Missandei used to fill the room with conversation as she bathed.
Dany’s eyes fly open. The wave of grief floods over her, stealing her breath away.
My friend. My last true friend.
She wishes she could go back in time and remove Cersei’s head from her shoulders just as she had done to her dearest friend from Naath. Dany feels the darkness creeping into her veins again, the numbness from each one of her losses.
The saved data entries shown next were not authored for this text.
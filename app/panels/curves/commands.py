"""What can be done in the plot: one table for its keys and its menu."""

from collections.abc import Callable, Iterable
from dataclasses import dataclass

from PySide6.QtCore import QPoint
from PySide6.QtGui import QKeyEvent, QKeySequence
from PySide6.QtWidgets import QMenu, QWidget


@dataclass(frozen=True, slots=True)
class Command:
    """One thing to do.

    Parameters
    ----------
    text
        In the menu; empty for a command that only a key gives.
    run
        Does it.
    keys
        Key sequences in Qt's portable spelling; the menu shows the first.
    tip
        One sentence, shown in the status line.
    checked
        For a command that is on or off: tells which.
    enabled
        Tells whether it can be done now.
    group
        Menu entries of a group stand together.
    """

    text: str
    run: Callable[[], None]
    keys: tuple[str, ...] = ()
    tip: str = ""
    checked: Callable[[], bool] | None = None
    enabled: Callable[[], bool] = lambda: True
    group: int = 0


def take_key(commands: Iterable[Command], event: QKeyEvent, run: bool) -> bool:
    """Find the command of a key and run it if asked to; tell whether there is one."""
    pressed = QKeySequence(event.keyCombination())
    for command in commands:
        if any(QKeySequence(key) == pressed for key in command.keys):
            if run and command.enabled():
                command.run()
            return True
    return False


def open_menu(commands: Iterable[Command], parent: QWidget, at: QPoint) -> QMenu:
    """Open the menu of the commands that have a text, without waiting for the answer."""
    menu = QMenu(parent)
    menu.setToolTipsVisible(True)
    group = None
    for command in commands:
        if not command.text:
            continue
        if group is not None and command.group != group:
            menu.addSeparator()
        group = command.group
        keys = [QKeySequence(key).toString(QKeySequence.SequenceFormat.NativeText) for key in command.keys[:1]]
        action = menu.addAction("\t".join([command.text, *keys]))
        action.setToolTip(command.tip)
        action.setStatusTip(command.tip)
        action.setEnabled(command.enabled())
        if command.checked is not None:
            action.setCheckable(True)
            action.setChecked(command.checked())
        action.triggered.connect(lambda _=False, run=command.run: run())
    menu.aboutToHide.connect(menu.deleteLater)
    menu.popup(at)
    return menu
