"""``slabwright vary``: the columns of sweep for each value, exit status, and one line a fault."""

import csv
import io
import json
from pathlib import Path

import pytest

from tests.stackcore.cli.conftest import Run
from tests.stackcore.studies.jobs import TEXT

THICKNESS = "stacks[0].elements[0].thickness"


@pytest.fixture
def dome(tmp_path: Path) -> Path:
    """The job of the studies with a stack whose name has a comma and the end of a line in it, as a file."""
    tree = json.loads(TEXT)
    tree["stacks"][0]["name"] = "A,\r\nfirst"
    path = tmp_path / "dome.slabjob"
    path.write_text(json.dumps(tree), encoding="utf-8")
    return path


def rows_of(out: str) -> list[dict[str, str]]:
    """Return the rows of a table by column."""
    return list(csv.DictReader(io.StringIO(out, newline="")))


def test_each_value_is_the_sweep_of_the_job_with_it(run: Run, dome: Path, tmp_path: Path) -> None:
    """The rows of a value are those of sweep of the job that has it, with the value behind."""
    outcome = run(
        "vary", dome, "--csv", "-", "--vary", THICKNESS, "--from", "1 mm", "--to", "3 mm", "--points", "3"
    )
    assert (outcome.status, outcome.lines) == (0, [])
    rows = rows_of(outcome.out)
    assert [float(row["varied_value"]) for row in rows] == [1e-3] * 8 + [2e-3] * 8 + [3e-3] * 8
    tree = json.loads(dome.read_text(encoding="utf-8"))
    tree["stacks"][0]["elements"][0]["thickness"] = "3 mm"
    dome.write_text(json.dumps(tree), encoding="utf-8")
    swept = rows_of(run("sweep", dome, "--csv", "-", "--stack", "A,\r\nfirst").out)
    assert [{**row, "varied_value": "0.003"} for row in swept] == rows[16:]


def test_a_place_inside_a_group_may_be_said_either_way(run: Run, dome: Path) -> None:
    """The place in the file and the row of the window mean the same number."""
    rest = ("--from", "1 mm", "--to", "1 mm", "--points", "1")
    inside = run("vary", dome, "--csv", "-", "--vary", "stacks[0].elements[1].elements[0].thickness", *rest)
    flat = run("vary", dome, "--csv", "-", "--vary", "stacks[0].elements[1].thickness", *rest)
    assert inside.status == 0
    assert inside == flat


def test_a_material_is_varied_in_every_stack_that_has_it(run: Run, dome: Path, tmp_path: Path) -> None:
    """Without --stack all stacks that hold the material are written, with it only that one."""
    words = ["--vary", "materials.core.permittivity", "--from", "1", "--to", "2", "--points", "2"]
    out = tmp_path / "out.csv"
    assert run("vary", dome, "--csv", out, *words) == (0, "", [])
    names = [row["stack"] for row in rows_of(out.read_bytes().decode())]
    assert names == ["A,\r\nfirst"] * 16 + ["B"] * 16
    chosen = rows_of(run("vary", dome, "--csv", "-", "--stack", "B", *words).out)
    assert {row["stack"] for row in chosen} == {"B"}


def test_every_fault_is_a_line(run: Run, dome: Path, tmp_path: Path) -> None:
    """Faults of the values come together, and an unknown place is told with the nearest."""
    out = tmp_path / "out.csv"
    outcome = run(
        "vary", dome, "--csv", out, "--vary", THICKNESS, "--from", "-1 mm", "--to", "3 GHz", "--points", "0"
    )
    assert outcome.status == 2
    assert [line.split(";")[0] for line in outcome.lines] == [
        "slabwright: --from: '-1 mm' is negative",
        "slabwright: --to: '3 GHz' is a frequency, not a length",
        "slabwright: --points: '0' is out of range",
    ]
    rest = ("--from", "1 mm", "--to", "2 mm", "--points", "2")
    unknown = run("vary", dome, "--csv", out, "--vary", "stacks[0].elements[0].thicknes", *rest)
    assert unknown.status == 2
    assert f"did you mean '{THICKNESS}'?" in unknown.lines[0]
    elsewhere = run("vary", dome, "--csv", out, "--vary", THICKNESS, "--stack", "B", *rest)
    assert elsewhere.lines[0].startswith(f"slabwright: --stack: nothing called '{THICKNESS}' is in the stack 'B'")
    nobody = run("vary", dome, "--csv", out, "--vary", THICKNESS, "--stack", "C", *rest)
    assert nobody.lines[0].startswith("slabwright: --stack: the job has no stack 'C'")
    assert not out.exists()


def test_the_job_is_never_overwritten(run: Run, dome: Path) -> None:
    """A table that would take the place of the job is refused."""
    before = dome.read_bytes()
    rest = ("--from", "1 mm", "--to", "2 mm", "--points", "2")
    assert run("vary", dome, "--csv", dome, "--vary", THICKNESS, *rest).status == 2
    assert dome.read_bytes() == before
She wants to rage at the thought that all of those who believed in her and died for her, Jorah, Barristan, Missandei, were all proven wrong by her actions in King’s Landing. They all died for nothing. She turned out to be worse than all the monsters who came before her.
Her stab wound throbs. Dany looks down and notices that the once puckered skin has opened up, blood running in a single thin rivulet into the bath water.
It’s only fitting that her heart should bleed.